In the Globe and Mail this week

``Switch prevents rampaging cells'' November 10, A7 Toronto research found that a deficiency in CTLA-4 leads to symptoms of autoimmune diseases in laboratory mice. The discovery is expected to lead to more information about the treatment of immune diseases. The full report appears in this week's Science.
``Hope rises for vaccine to prevent AIDS infection'' November 10, A7 Another article in Science. At the recent world AIDS conference, though, there seemed to be general agreement that a vaccine for AIDS was nowhere in sight.
``From monster home to white elephant'' November 10, A7 A report released by Statscan on November 9 projects increasing demand for small homes and decreasing demand for large homes, over the next 20 years.
``U.S. swimmer's lax penalty raises ire'' November 13, D5 A young (age 14) U.S. swimmer who tested positive for steroids was given 2 years probation; a penalty much milder than usually taken by national sports organizations. This reminded me about a recent article in Applied Statistics.
``Eateries live hand-to-mouth'' November 13, B6. The graphic caught my eye, but the story that might be of more interest is that this is the first of a series of articles examining industry sectors using data provided by Dun & Bradstreet, Canada.
``U of T again dominates in ranking'' November 13, A6. The dreaded MacLeans report is out again. How do they come up with these numbers anyway?
``Entrepreneurs now outnumber civil servants'' November 13, A6. This reports data from the Labor Force Survey of Statscan. So what is the labour force survey, and how does one get hold of a copy?

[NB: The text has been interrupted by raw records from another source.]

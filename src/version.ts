import { readFileSync } from 'node:fs';

/** Package version, read once from package.json (works from src/ and dist/). */
export const VERSION: string = (() => {
  for (const rel of ['../package.json', '../../package.json']) {
    try {
      const pkg = JSON.parse(readFileSync(new URL(rel, import.meta.url), 'utf8')) as { name?: string; version?: string };
      if (pkg.name === 'slabbench' && pkg.version) return pkg.version;
    } catch { /* try the next */ }
  }
  return '0.0.0';
})();
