/* Reads and checks the spec of one parameter (table at spec).  Declaration
 * mistakes are script errors. */
static void read_spec(lua_State *L, const char *name, int spec, pspec *p)
{
    char buf[80];
    memset(p, 0, sizeof *p);
    p->name = name;
    p->spec = spec;
    if (!is_identifier(name))
        luaL_error(L, "parameters: name '%s' must be a Lua identifier (letters, digits, _)", name);
    pfl_options_check(L, spec, &PARAMETER_SPEC_OPTIONS);
    if (lua_getfield(L, spec, "help") != LUA_TSTRING || !*lua_tostring(L, -1))
        luaL_error(L, "parameters: '%s' needs a one-line help = \"...\" (shared recipes explain every parameter)", name);
    lua_pop(L, 1);
    if (lua_getfield(L, spec, "unit") != LUA_TNIL) {
        const char *u = lua_tostring(L, -1);
        p->unit = lua_type(L, -1) == LUA_TSTRING ? pfl_unit_find(u) : NULL;
        if (!p->unit)
            luaL_error(L, "parameters: '%s': unit %s is not in the suffix table (docs/runner.md)", name,
                       pfl_describe(L, -1, buf, sizeof buf));
    }
    lua_pop(L, 1);
    int td = lua_getfield(L, spec, "default");
    if (td == LUA_TNIL) luaL_error(L, "parameters: '%s' needs a default", name);
    if (lua_getfield(L, spec, "type") != LUA_TNIL) {
        const char *t = lua_tostring(L, -1);
        int i = 0;
        while (type_names[i] && (!t || strcmp(type_names[i], t) != 0)) i++;
        if (!type_names[i])
            luaL_error(L, "parameters: '%s': type must be number, integer, string or boolean, got %s", name,
                       pfl_describe(L, -1, buf, sizeof buf));
        p->type = (ptype)i;
    } else if (p->unit) {
        p->type = P_NUMBER;
    } else if (td == LUA_TNUMBER) {
        p->type = lua_isinteger(L, -2) ? P_INTEGER : P_NUMBER;
    } else if (td == LUA_TBOOLEAN) {
        p->type = P_BOOLEAN;
    } else if (td == LUA_TSTRING) {
        p->type = P_STRING;
    } else {
        luaL_error(L, "parameters: '%s': default must be a number, string or boolean, got %s", name,
                   pfl_describe(L, -2, buf, sizeof buf));
    }
    lua_pop(L, 2);
    if (p->unit && p->type != P_NUMBER) luaL_error(L, "parameters: '%s': only numbers take a unit", name);
    if (lua_getfield(L, spec, "min") != LUA_TNIL) {
        if (lua_type(L, -1) != LUA_TNUMBER) luaL_error(L, "parameters: '%s': min must be a number", name);
        p->has_min = 1;
        p->min = lua_tonumber(L, -1);
    }
    if (lua_getfield(L, spec, "max") != LUA_TNIL) {
        if (lua_type(L, -1) != LUA_TNUMBER) luaL_error(L, "parameters: '%s': max must be a number", name);
        p->has_max = 1;
        p->max = lua_tonumber(L, -1);
    }
    lua_pop(L, 2);
    if (lua_getfield(L, spec, "choices") != LUA_TNIL && (p->type != P_STRING || lua_type(L, -1) != LUA_TTABLE))
        luaL_error(L, "parameters: '%s': choices must be a list of strings for a string parameter", name);
    /* Every entry a string, checked here: --help and the "must be one of"
     * message print them, and a table or boolean would print as "(null)". */
    if (lua_type(L, -1) == LUA_TTABLE) {
        lua_Integer n = (lua_Integer)lua_rawlen(L, -1);
        if (n == 0) luaL_error(L, "parameters: '%s': choices is an empty list", name);
        for (lua_Integer i = 1; i <= n; i++) {
            int t = lua_rawgeti(L, -1, i);
            if (t != LUA_TSTRING)
                luaL_error(L, "parameters: '%s': choices[%d] must be a string, got %s", name, (int)i, lua_typename(L, t));
            lua_pop(L, 1);
        }
    }
    lua_pop(L, 1);
}

/* Converts text (typed by a person) for parameter p and pushes the SI value.
 * On failure pushes nothing and writes the reason into err. */
static int push_from_text(lua_State *L, const pspec *p, const char *text, char *err, size_t errsize)
{
    double num;
    const pfl_unit *u;
    switch (p->type) {
    case P_NUMBER:
        if (pfl_value_parse(text, &num, &u, err, errsize) != 0) return -1;
        if (p->unit) {
            if (u && strcmp(u->quantity, p->unit->quantity) != 0) {
                snprintf(err, errsize, "'%s' is a %s, but '%s' is a %s (declared in %s)", text, u->quantity,
                         p->name, p->unit->quantity, p->unit->name);
                return -1;
            }
            double typed = num;
            num *= u ? u->si : p->unit->si;
            /* The number was finite as typed; the unit can still carry it
             * out of range (1e308 km -> inf, 1e-320 nm -> 0), so check again
             * in SI. */
            if (!isfinite(num) || (typed != 0 && !isnormal(num))) {
                snprintf(err, errsize, "'%s' is %g in SI units (%s), out of the range of a double", text, num,
                         p->unit->quantity);
                return -1;
            }
        } else if (u) {
            snprintf(err, errsize, "'%s' takes a plain number without a unit, got '%s'", p->name, text);
            return -1;
        }
        if ((p->has_min && num < p->min * (p->unit ? p->unit->si : 1)) ||
            (p->has_max && num > p->max * (p->unit ? p->unit->si : 1))) {
            snprintf(err, errsize, "'%s' is outside the allowed range %.10g..%.10g%s%s", text,
                     p->has_min ? p->min : -HUGE_VAL, p->has_max ? p->max : HUGE_VAL, p->unit ? " " : "",
                     p->unit ? p->unit->name : "");
            return -1;
        }
        lua_pushnumber(L, num);
        return 0;
    case P_INTEGER: {
        /* The same decimal rule as numbers (no hex), and a whole value. */
        if (pfl_value_parse(text, &num, &u, err, errsize) != 0 || u || num != floor(num) || fabs(num) > 9007199254740992.0) {
            snprintf(err, errsize, "'%s' takes an integer, got '%s'", p->name, text);
            return -1;
        }
        if ((p->has_min && num < p->min) || (p->has_max && num > p->max)) {
            snprintf(err, errsize, "'%s' is outside the allowed range %.10g..%.10g", text,
                     p->has_min ? p->min : -HUGE_VAL, p->has_max ? p->max : HUGE_VAL);
            return -1;
        }
        lua_pushinteger(L, (lua_Integer)num);
        return 0;
    }
    case P_BOOLEAN: {
        static const char *const yes[] = {"true", "yes", "on", "1", NULL}, *const no[] = {"false", "no", "off", "0", NULL};
        for (int i = 0; yes[i]; i++)
            if (strcmp(text, yes[i]) == 0) return lua_pushboolean(L, 1), 0;
        for (int i = 0; no[i]; i++)
            if (strcmp(text, no[i]) == 0) return lua_pushboolean(L, 0), 0;
        snprintf(err, errsize, "'%s' takes true or false (yes/no, on/off, 1/0), got '%s'", p->name, text);
        return -1;
    }
    case P_STRING:
        if (lua_getfield(L, p->spec, "choices") == LUA_TTABLE) {
            lua_Integer n = (lua_Integer)lua_rawlen(L, -1);
            int found = 0;
            for (lua_Integer i = 1; i <= n && !found; i++) {
                lua_rawgeti(L, -1, i);
                const char *c = lua_tostring(L, -1);
                found = c && strcmp(c, text) == 0;
                lua_pop(L, 1);
            }
            if (!found) {
                snprintf(err, errsize, "'%s' must be one of %s, got '%s'", p->name, push_joined(L, -1), text);
                lua_pop(L, 2);
                return -1;
            }
        }
        lua_pop(L, 1);
        lua_pushstring(L, text);
        return 0;
    }
    return -1;
}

Some titles of Chance articles

Wringing The Bell Curve: a cautionary tale about the relationships among race, genes and IQ.
A paradox in the ranking of figure skaters.
Small cars, big cars: what is the safety difference?
Racetrack betting: do bettors understand the odds?
Baseball: pitching no-hitters.
Baseball's earned run average: what kind of an average is it?
The baby boom generation and how they grew.
Resizing triathlons for fairness
Can TQM improve athletic performance?
The best NFL field goal kickers: are they lucky or good?
What happened to HIV transmission among drug injectors in New Have?
Answering questions about baseball using statistics.
The state of state election polls.
How much more efficiently can humans run than swim?
Statistical evidence of cheating on multiple choice tests.
Should pregnant women move? Linking risks for birth defects with proximity to toxic waste sites.
Scientific inferences and environmental health problems.